31 Between 1960 and 1994, the Department of Health failed to use its resources to provide the best possible public health service. Probably the greatest problem in the health sector was the maldistribution of resources. Because of apartheid restrictions on where people could live and work, it was very easy for the Department to ensure that the distribution of resources favoured white people. By far the largest proportion of government funds was spent on the white population, despite the endemic poverty and socio-economic deprivation of the majority black population. In 1985, for example, annual per capita health expenditure according to race was R451 for white people, R249 for Indian people, R245 for coloured people and R115 for African people (see Figure 1). Since black hospitals were regularly overcrowded and white hospitals underutilised, the funding should have been redistributed to provide better overall care. The silence of the Department about the effects of socio-economic conditions on the general health of the population was deafening.

32 According to the Department of Health today:

The exact effects of segregation and inequitable distribution of health resources based on race are impossible to calculate in terms of exact morbidity and mortality. However, this, together with the indignity of racially based services, resulted in abuse that cannot be allowed to be repeated.

33 The Department was also responsible for the regulations that governed conditions of service and the appointment of personnel in hospitals. Compensation for doctors varied by race, and salary differentials persisted into the 1980s. Even when parity in salaries was achieved, differences in total compensation remained, including medical aid packages, amount of leave, housing subsidies, and travel allowances.
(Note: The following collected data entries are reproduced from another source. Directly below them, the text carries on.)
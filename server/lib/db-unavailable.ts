import { AppError } from './errors';

// SQLSTATE classes and codes that say "the database is not there right now", not "your request was wrong":
// 08 connection exception, 57P01-57P03 shutdown / crash / not accepting connections yet, 57014 a statement
// cancelled by statement_timeout, 25P03 a transaction ended by idle_in_transaction_session_timeout, 53300 too many
// connections.
const unavailableCodes = new Set(['57P01', '57P02', '57P03', '57014', '25P03', '53300']);
const socketCodes = new Set([
  'ECONNREFUSED',
  'ECONNRESET',
  'ETIMEDOUT',
  'EPIPE',
  'EHOSTUNREACH',
  'ENETUNREACH',
  'EAI_AGAIN',
]);
// What pg and pg-pool say, without a code, when a connection dies, cannot be had in time, or a read times out.
const driverMessages = [
  /Connection terminated/i,
  /timeout exceeded when trying to connect/i,
  /Query read timeout/i,
  /Client has encountered a connection error/i,
  /Connection closed/i,
  /not queryable/i,
];

/** True when an error (or what it wraps, as Drizzle does) means the database cannot be reached or did not answer. */
export function isDatabaseUnavailable(error: unknown): boolean {
  for (
    let e = error as { code?: unknown; message?: unknown; cause?: unknown } | undefined, i = 0;
    e && i < 4;
    e = e.cause as typeof e, i += 1
  ) {
    const code = typeof e.code === 'string' ? e.code : '';
    if (unavailableCodes.has(code) || code.startsWith('08') || socketCodes.has(code)) return true;
    if (typeof e.message === 'string' && driverMessages.some((m) => m.test(e!.message as string))) return true;
  }
  return false;
}

export const databaseUnavailable = () =>
  new AppError(
    503,
    'database_unavailable',
    'The database is not answering right now, so this could not be done. Please try again in a moment.',
  );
34 The appointment of doctors to government hospitals had to be approved by the Department of Health. Often people were denied positions because of their political activities.17 The Department appointed the hospital superintendent, who enforced the policies in that hospital. This was significant, as many of the racist provisions enforced by the superintendent were not part of any law, but simply reflected a desire to conform to the ideology of the state.
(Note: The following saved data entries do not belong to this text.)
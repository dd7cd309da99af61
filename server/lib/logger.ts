import pino from 'pino';

export function createLogger(level: string) {
  // Pretty output only for a person at a terminal; machines get JSON lines.
  const pretty = process.stdout.isTTY && process.env.NODE_ENV !== 'production';
  return pino({
    level,
    transport: pretty ? { target: 'pino-pretty', options: { colorize: true, ignore: 'pid,hostname' } } : undefined,
    redact: ['req.headers.cookie', 'req.headers.authorization'],
  });
}
export type Logger = ReturnType<typeof createLogger>;
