import { createHash } from 'node:crypto';
import type { Request } from 'express';
import { z } from 'zod';
import { AppError } from './errors';

/** The header a client names a write with, so that sending it again (after a lost answer) stores it once. */
export const idempotencyHeader = 'Idempotency-Key';

const keySchema = z.uuid();

export interface IdempotencyKey {
  key: string;
  /** A digest of what was sent with the key: the same key with something else is refused. */
  digest: string;
}

/** JSON with its object keys sorted, so two equal bodies give one text whatever order their fields came in. */
function canonical(value: unknown): string {
  if (Array.isArray(value)) return `[${value.map(canonical).join(',')}]`;
  if (value && typeof value === 'object') {
    const entries = Object.entries(value as Record<string, unknown>)
      .filter(([, v]) => v !== undefined)
      .sort(([a], [b]) => (a < b ? -1 : a > b ? 1 : 0));
    return `{${entries.map(([k, v]) => `${JSON.stringify(k)}:${canonical(v)}`).join(',')}}`;
  }
  return JSON.stringify(value) ?? 'null';
}

export const bodyDigest = (value: unknown) => createHash('sha256').update(canonical(value)).digest('hex');

/**
 * The request's Idempotency-Key, if it sent one, with the digest of the parsed body it came with. A key that is
 * not a UUID is a 400 naming the header, so a client never believes a key it mistyped protects it.
 */
export function readIdempotencyKey(req: Request, body: unknown): IdempotencyKey | undefined {
  const raw = req.get(idempotencyHeader);
  if (raw === undefined) return undefined;
  const parsed = keySchema.safeParse(raw.trim());
  if (!parsed.success) {
    throw new AppError(400, 'invalid_input', `The ${idempotencyHeader} header must be a UUID.`, {
      [idempotencyHeader]: 'must be a UUID, e.g. 3f0c5a8e-2b7d-4c1e-9a6f-0d4b8e2c7a15',
    });
  }
  return { key: parsed.data.toLowerCase(), digest: bodyDigest(body) };
}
35 The Department did little to prevent police from obtaining medical records from hospitals or clinics without the consent of patients. The police used these files to identify ‘anti-apartheid protesters’, which made many people afraid to go to a government hospital to receive care, as they feared arrest. The Department did not take issue with inhumane practices, such as handcuffing or shackling patients to beds.
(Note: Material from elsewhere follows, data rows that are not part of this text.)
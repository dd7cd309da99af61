import type { IncomingMessage } from 'node:http';
import { pinoHttp } from 'pino-http';
import type { Logger } from './logger';

/** Query parameters that carry a one-time secret: the OAuth callback's code and state, and any token. */
const secretQuery = /^(code|state|code_verifier|token|access_token|id_token|refresh_token|password|secret)$/i;

/** The path and query as logged: secret values replaced, everything else kept for finding a request again. */
export function loggableUrl(url: string): string {
  const mark = url.indexOf('?');
  if (mark < 0) return url;
  const params = new URLSearchParams(url.slice(mark + 1));
  for (const key of [...params.keys()]) {
    if (secretQuery.test(key)) params.set(key, '[redacted]');
  }
  const query = params.toString().replaceAll('%5Bredacted%5D', '[redacted]');
  return `${url.slice(0, mark)}${query ? `?${query}` : ''}`;
}

const logged = (req: IncomingMessage) => Boolean(req.url?.startsWith('/api') || req.url?.startsWith('/auth'));

/**
 * One short line per API or sign-in request: method, path, status and time. Headers are never written, so neither
 * the session cookie a sign-in sets nor anything a browser sends can end up in the log; failures are logged in full
 * by the error middleware.
 */
export function httpLogger(logger: Logger) {
  return pinoHttp({
    logger,
    autoLogging: { ignore: (req) => !logged(req) },
    serializers: {
      req: (req: { id?: unknown; method?: string; url?: string }) => ({
        id: req.id,
        method: req.method,
        url: loggableUrl(req.url ?? ''),
      }),
      res: (res: { statusCode?: number }) => ({ statusCode: res.statusCode }),
    },
    customLogLevel: (_req, res, error) => (error || res.statusCode >= 500 ? 'error' : 'info'),
    customSuccessMessage: (req, res) => `${req.method} ${res.statusCode}`,
    customErrorMessage: (req, res) => `${req.method} ${res.statusCode} failed`,
  });
}
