import pino, { type DestinationStream } from 'pino';

/** A second line of defence: the request logger's own serializers never emit headers, but nothing else may either. */
const secretPaths = [
  'req.headers.cookie',
  'req.headers.authorization',
  'res.headers["set-cookie"]',
  'headers.cookie',
  'headers["set-cookie"]',
];

/** `destination` lets a test read what would have been written. */
export function createLogger(level: string, destination?: DestinationStream) {
  const redact = { paths: secretPaths, censor: '[redacted]' };
  if (destination) return pino({ level, redact }, destination);
  // Pretty output only for a person at a terminal; machines get JSON lines.
  const pretty = process.stdout.isTTY && process.env.NODE_ENV !== 'production';
  return pino({
    level,
    transport: pretty ? { target: 'pino-pretty', options: { colorize: true, ignore: 'pid,hostname' } } : undefined,
    redact,
  });
}
export type Logger = ReturnType<typeof createLogger>;
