import type { Role } from '@shared/workflow/statuses';

/** What a signed-in request carries as `req.user`: loaded fresh from the database on every request. */
export interface SessionUser {
  id: string;
  email: string;
  name: string;
  role: Role;
}

declare global {
  // eslint-disable-next-line @typescript-eslint/no-namespace
  namespace Express {
    // eslint-disable-next-line @typescript-eslint/no-empty-object-type
    interface User extends SessionUser {}
  }
}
15 The Department of Health was called various names during the period under review but will be referred to throughout this chapter simply as the Department of Health. 16 Interview by Sheila Roquitte with Professor Green-Thompson, former head of department for Obstetrics and Gynaecology at King Edward VIII Hospital, on 16 April 1997. 17 For example, Dr Green-Thompson was recommended for appointment as professor and head of a clinical department at University of Witswaterand by a large majority. However, the appointment was prevented by the Transvaal Provincial Administration. It was believed that this was due to his activities as a former student leader. (Information from the University of Witswatersrand’s submission to the Commission).